Problem requirements: Print every line of the data word for word.

The input:

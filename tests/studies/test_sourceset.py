"""Tests of tsunamifocus.studies.sourceset: set statistics by hand and the shared preparation."""

from __future__ import annotations

import numpy as np
import pandas as pd
import pytest

from tsunamifocus.errors import InputError
from tsunamifocus.studies.sourceset import set_statistics

IDS = pd.Index(["S1", "S2", "S3", "S4"], name="segment_id")


def tables():
    lens = {0: [3.0, 2.0, 1.0, np.nan], 1: [1.0, 3.0, 2.0, 0.5], 2: [2.0, 1.0, 3.0, 4.0]}
    amp = {0: [1.0, 2.0, 3.0, np.nan], 1: [2.0, 2.0, 2.0, 2.0], 2: [3.0, 1.0, 1.0, 5.0]}
    return {k: pd.DataFrame({"lensing_factor": lens[k], "amp_1m_m": amp[k]}, index=IDS) for k in lens}


def test_frequencies_by_hand():
    stats, pairs = set_statistics(tables(), {0: "a", 1: "b", 2: "c"}, {0: 1.0, 1: 1.0, 2: 2.0}, top_k=2)
    # top 2 by lensing: a -> S1, S2; b -> S2, S3; c -> S4, S3 (NaN never counts; counted by hand)
    np.testing.assert_allclose(stats["topk_frequency"], [1 / 3, 2 / 3, 2 / 3, 1 / 3])
    # weighted: (sum of the weights of the members with the segment in their top 2) / (sum of weights)
    np.testing.assert_allclose(stats["topk_frequency_weighted"], [1 / 4, 2 / 4, 3 / 4, 2 / 4])
    assert stats.loc["S3", "hotspot_sources"] == "b; c"
    assert stats.loc["S3", "rank_frequency"] == 1
    lp = pairs[pairs["ranking"] == "lensing"]
    assert sorted(zip(lp["source"], lp["segment_id"])) == [
        ("a", "S1"), ("a", "S2"), ("b", "S2"), ("b", "S3"), ("c", "S3"), ("c", "S4")]
    # median / 90th percentile / maximum as numpy's reference percentiles over the finite values
    v = np.array([np.nan, 0.5, 4.0])
    assert stats.loc["S4", "lensing_median"] == pytest.approx(np.percentile([0.5, 4.0], 50))
    assert stats.loc["S4", "lensing_p90"] == pytest.approx(np.percentile([0.5, 4.0], 90))
    assert stats.loc["S4", "lensing_max"] == np.nanmax(v)
    assert stats.loc["S1", "amp_p90_m"] == pytest.approx(np.percentile([1.0, 2.0, 3.0], 90))
    assert list(stats["n_valid"]) == [3, 3, 3, 2]


def test_amplitude_frequencies_by_hand():
    stats, pairs = set_statistics(tables(), {0: "a", 1: "b", 2: "c"}, {0: 1.0, 1: 1.0, 2: 2.0}, top_k=2)
    # top 2 by amplitude (counted by hand): a -> S3, S2; b (all equal: the earlier segments) -> S1, S2;
    # c -> S4, S1
    np.testing.assert_allclose(stats["amp_topk_frequency"], [2 / 3, 2 / 3, 1 / 3, 1 / 3])
    np.testing.assert_allclose(stats["amp_topk_frequency_weighted"], [3 / 4, 2 / 4, 1 / 4, 2 / 4])
    assert stats.loc["S1", "amp_hotspot_sources"] == "b; c"
    # S2 and S4 tie at 2/4 weighted: the larger median amplitude first (S4: median of 2 and 5 = 3.5; S2: 2)
    assert list(stats.loc[["S1", "S4", "S2", "S3"], "amp_rank_frequency"]) == [1, 2, 3, 4]
    ap = pairs[pairs["ranking"] == "amplitude"]
    assert sorted(zip(ap["source"], ap["segment_id"])) == [
        ("a", "S2"), ("a", "S3"), ("b", "S1"), ("b", "S2"), ("c", "S1"), ("c", "S4")]
    assert set(pairs["ranking"]) == {"lensing", "amplitude"} and len(pairs) == 12


def test_equal_weights_give_the_unweighted_frequency():
    stats, _ = set_statistics(tables(), {0: "a", 1: "b", 2: "c"}, {0: 5.0, 1: 5.0, 2: 5.0}, top_k=1)
    np.testing.assert_allclose(stats["topk_frequency_weighted"], stats["topk_frequency"])


def test_bad_inputs():
    t = tables()
    with pytest.raises(InputError, match="weights must be positive"):
        set_statistics(t, {0: "a", 1: "b", 2: "c"}, {0: 1.0, 1: 0.0, 2: 1.0}, top_k=2)
    t[1] = t[1].iloc[::-1]
    with pytest.raises(InputError, match="other segment ids"):
        set_statistics(t, {0: "a", 1: "b", 2: "c"}, {0: 1.0, 1: 1.0, 2: 1.0}, top_k=2)
    with pytest.raises(InputError, match="no successful member"):
        set_statistics({}, {}, {}, top_k=2)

Problem solution:
filename tests/studies/test_sourceset.py
"""Tests of tsunamifocus.studies.sourceset: set statistics by hand and the shared preparation."""

from __future__ import annotations

import numpy as np
import pandas as pd
import pytest

from tsunamifocus.errors import InputError
from tsunamifocus.studies.sourceset import set_statistics

IDS = pd.Index(["S1", "S2", "S3", "S4"], name="segment_id")


def tables():
    lens = {0: [3.0, 2.0, 1.0, np.nan], 1: [1.0, 3.0, 2.0, 0.5], 2: [2.0, 1.0, 3.0, 4.0]}
    amp = {0: [1.0, 2.0, 3.0, np.nan], 1: [2.0, 2.0, 2.0, 2.0], 2: [3.0, 1.0, 1.0, 5.0]}
    return {k: pd.DataFrame({"lensing_factor": lens[k], "amp_1m_m": amp[k]}, index=IDS) for k in lens}


def test_frequencies_by_hand():
    stats, pairs = set_statistics(tables(), {0: "a", 1: "b", 2: "c"}, {0: 1.0, 1: 1.0, 2: 2.0}, top_k=2)
    # top 2 by lensing: a -> S1, S2; b -> S2, S3; c -> S4, S3 (NaN never counts; counted by hand)
    np.testing.assert_allclose(stats["topk_frequency"], [1 / 3, 2 / 3, 2 / 3, 1 / 3])
    # weighted: (sum of the weights of the members with the segment in their top 2) / (sum of weights)
    np.testing.assert_allclose(stats["topk_frequency_weighted"], [1 / 4, 2 / 4, 3 / 4, 2 / 4])
    assert stats.loc["S3", "hotspot_sources"] == "b; c"
    assert stats.loc["S3", "rank_frequency"] == 1
    lp = pairs[pairs["ranking"] == "lensing"]
    assert sorted(zip(lp["source"], lp["segment_id"])) == [
        ("a", "S1"), ("a", "S2"), ("b", "S2"), ("b", "S3"), ("c", "S3"), ("c", "S4")]
    # median / 90th percentile / maximum as numpy's reference percentiles over the finite values
    v = np.array([np.nan, 0.5, 4.0])
    assert stats.loc["S4", "lensing_median"] == pytest.approx(np.percentile([0.5, 4.0], 50))
    assert stats.loc["S4", "lensing_p90"] == pytest.approx(np.percentile([0.5, 4.0], 90))
    assert stats.loc["S4", "lensing_max"] == np.nanmax(v)
    assert stats.loc["S1", "amp_p90_m"] == pytest.approx(np.percentile([1.0, 2.0, 3.0], 90))
    assert list(stats["n_valid"]) == [3, 3, 3, 2]


def test_amplitude_frequencies_by_hand():
    stats, pairs = set_statistics(tables(), {0: "a", 1: "b", 2: "c"}, {0: 1.0, 1: 1.0, 2: 2.0}, top_k=2)
    # top 2 by amplitude (counted by hand): a -> S3, S2; b (all equal: the earlier segments) -> S1, S2;
    # c -> S4, S1
    np.testing.assert_allclose(stats["amp_topk_frequency"], [2 / 3, 2 / 3, 1 / 3, 1 / 3])
    np.testing.assert_allclose(stats["amp_topk_frequency_weighted"], [3 / 4, 2 / 4, 1 / 4, 2 / 4])
    assert stats.loc["S1", "amp_hotspot_sources"] == "b; c"
    # S2 and S4 tie at 2/4 weighted: the larger median amplitude first (S4: median of 2 and 5 = 3.5; S2: 2)
    assert list(stats.loc[["S1", "S4", "S2", "S3"], "amp_rank_frequency"]) == [1, 2, 3, 4]
    ap = pairs[pairs["ranking"] == "amplitude"]
    assert sorted(zip(ap["source"], ap["segment_id"])) == [
        ("a", "S2"), ("a", "S3"), ("b", "S1"), ("b", "S2"), ("c", "S1"), ("c", "S4")]
    assert set(pairs["ranking"]) == {"lensing", "amplitude"} and len(pairs) == 12


def test_equal_weights_give_the_unweighted_frequency():
    stats, _ = set_statistics(tables(), {0: "a", 1: "b", 2: "c"}, {0: 5.0, 1: 5.0, 2: 5.0}, top_k=1)
    np.testing.assert_allclose(stats["topk_frequency_weighted"], stats["topk_frequency"])


def test_bad_inputs():
    t = tables()
    with pytest.raises(InputError, match="weights must be positive"):
        set_statistics(t, {0: "a", 1: "b", 2: "c"}, {0: 1.0, 1: 0.0, 2: 1.0}, top_k=2)
    t[1] = t[1].iloc[::-1]
    with pytest.raises(InputError, match="other segment ids"):
        set_statistics(t, {0: "a", 1: "b", 2: "c"}, {0: 1.0, 1: 1.0, 2: 1.0}, top_k=2)
    with pytest.raises(InputError, match="no successful member"):
        set_statistics({}, {}, {}, top_k=2)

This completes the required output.